According to Rowson, the idea for the book took shape after he was introduced to a good vicar as the proverbial Atheist At The Party: “The vicar — wearing a collar and tie and a tweed jacket, all the better to trap the unwary — looked me up and down and then leant back with a contemptuous and patronising smile and asked me, as an atheist, how I explained the fact that religion was a universal phenomenon in all human societies. Quick as a flash, and without ever really having thought about it before, I asked him how he could explain exactly the same idea about keeping pets.”
The Dog Allusion: Pets, Gods and How to be Human is an enthrallingly crazy monograph that equates veneration of god with the age-old human love for non-humans, particularly dogs and cats. Rowson’s argument is logically compelling: “As I say, for whatever reason, we love our pets. A lot of us love them much more than we love other people, and some of us may even love them more than we love the god or gods we profess to love. But the real point of all this is that, although it’s not often true of other people, in the case of pets and gods, we invariably think they love us back.” The book, naturally, is dedicated to the numerous cats and dogs of the Rowson household, “all of whom died without receiving last rites”.

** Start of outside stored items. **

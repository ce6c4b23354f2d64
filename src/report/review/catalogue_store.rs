//! The catalogue as the review page's label store: candidates come from a filtered
//! query, labels are appended to the catalogue's review-label history.

use std::path::PathBuf;

use super::store::{LabelStore, ReviewItem, ReviewLabel};
use crate::catalogue::{CandidateFilter, Catalogue};
use crate::error::Result;
use crate::report::load::{ObsLookup, locate};

/// Reviews the catalogue's candidates that match `filter`, highest S/N first.
pub struct CatalogueStore {
    pub catalogue: Catalogue,
    pub filter: CandidateFilter,
    /// Name recorded with every label.
    pub reviewer: String,
    /// Folder holding moved observation files, looked in by file name ahead of the
    /// recorded paths, as `report --obs-dir` does.
    pub obs_dir: Option<PathBuf>,
}

impl LabelStore for CatalogueStore {
    fn items(&mut self) -> Result<Vec<ReviewItem>> {
        let mut rows = self.catalogue.candidates(&self.filter)?;
        rows.sort_by(|a, b| b.candidate.snr.total_cmp(&a.candidate.snr));
        Ok(rows
            .into_iter()
            .map(|r| {
                let lookup = ObsLookup::Dir(self.obs_dir.as_deref());
                let obs_path = locate(&r.candidate.file, None, lookup);
                ReviewItem {
                    id: r.id,
                    candidate: r.candidate,
                    label: r.label,
                    obs_path,
                }
            })
            .collect())
    }

    fn record(&mut self, id: i64, label: ReviewLabel, comment: &str) -> Result<()> {
        self.catalogue
            .label(&[id], label.as_str(), &self.reviewer, comment)
            .map(|_| ())
    }
}

#[cfg(test)]
mod tests {
    use super::*;
    use crate::catalogue::synthetic::{candidates, observation, run};

    /// A moved observation is found in the folder by name, as `report --obs-dir` finds
    /// it; without the folder the recorded path stands.
    #[test]
    fn moved_observations_are_found_in_the_folder_by_name() {
        let dir = tempfile::tempdir().unwrap();
        let obs = observation("SRC", 3);
        let mut cands = candidates(&obs, 2, 3);
        let gone = dir.path().join("gone").join("scan.json");
        cands
            .iter_mut()
            .for_each(|c| c.file = gone.display().to_string());
        let mut catalogue = Catalogue::open(&dir.path().join("c.sqlite")).unwrap();
        catalogue.record_search(&obs, &run(7.0), &cands).unwrap();
        let moved = dir.path().join("moved");
        std::fs::create_dir(&moved).unwrap();
        std::fs::write(moved.join("scan.json"), "{}").unwrap();
        let mut store = CatalogueStore {
            catalogue,
            filter: CandidateFilter::default(),
            reviewer: "tester".into(),
            obs_dir: Some(moved.clone()),
        };
        let items = store.items().unwrap();
        assert_eq!(items.len(), 2);
        assert!(
            items
                .iter()
                .all(|i| i.observation() == moved.join("scan.json"))
        );
        store.obs_dir = None;
        let items = store.items().unwrap();
        assert!(items.iter().all(|i| i.observation() == gone));
    }
}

Rowson has a cartoonist’s mind: he is able to extrapolate the absurd from the seemingly normal. He is naturally provocative, perhaps too provocative for earnest societies where it would be blasphemous to equate the love of god with the love for your pet dog. At the same time, Rowan’s assertion that the believer has a moral equivalence with the non-believer seems almost Hindu in its construct.
The tolerance of intellectual heresy — to be distinguished from the violent extremism of the Osama fan club — is the hallmark of civility and liberalism.
All over the world we seem to be losing this great strength. This is why I chuckled over the self-professed atheist and secularist Rowson’s simple dedication in my copy of his book: “God bless”.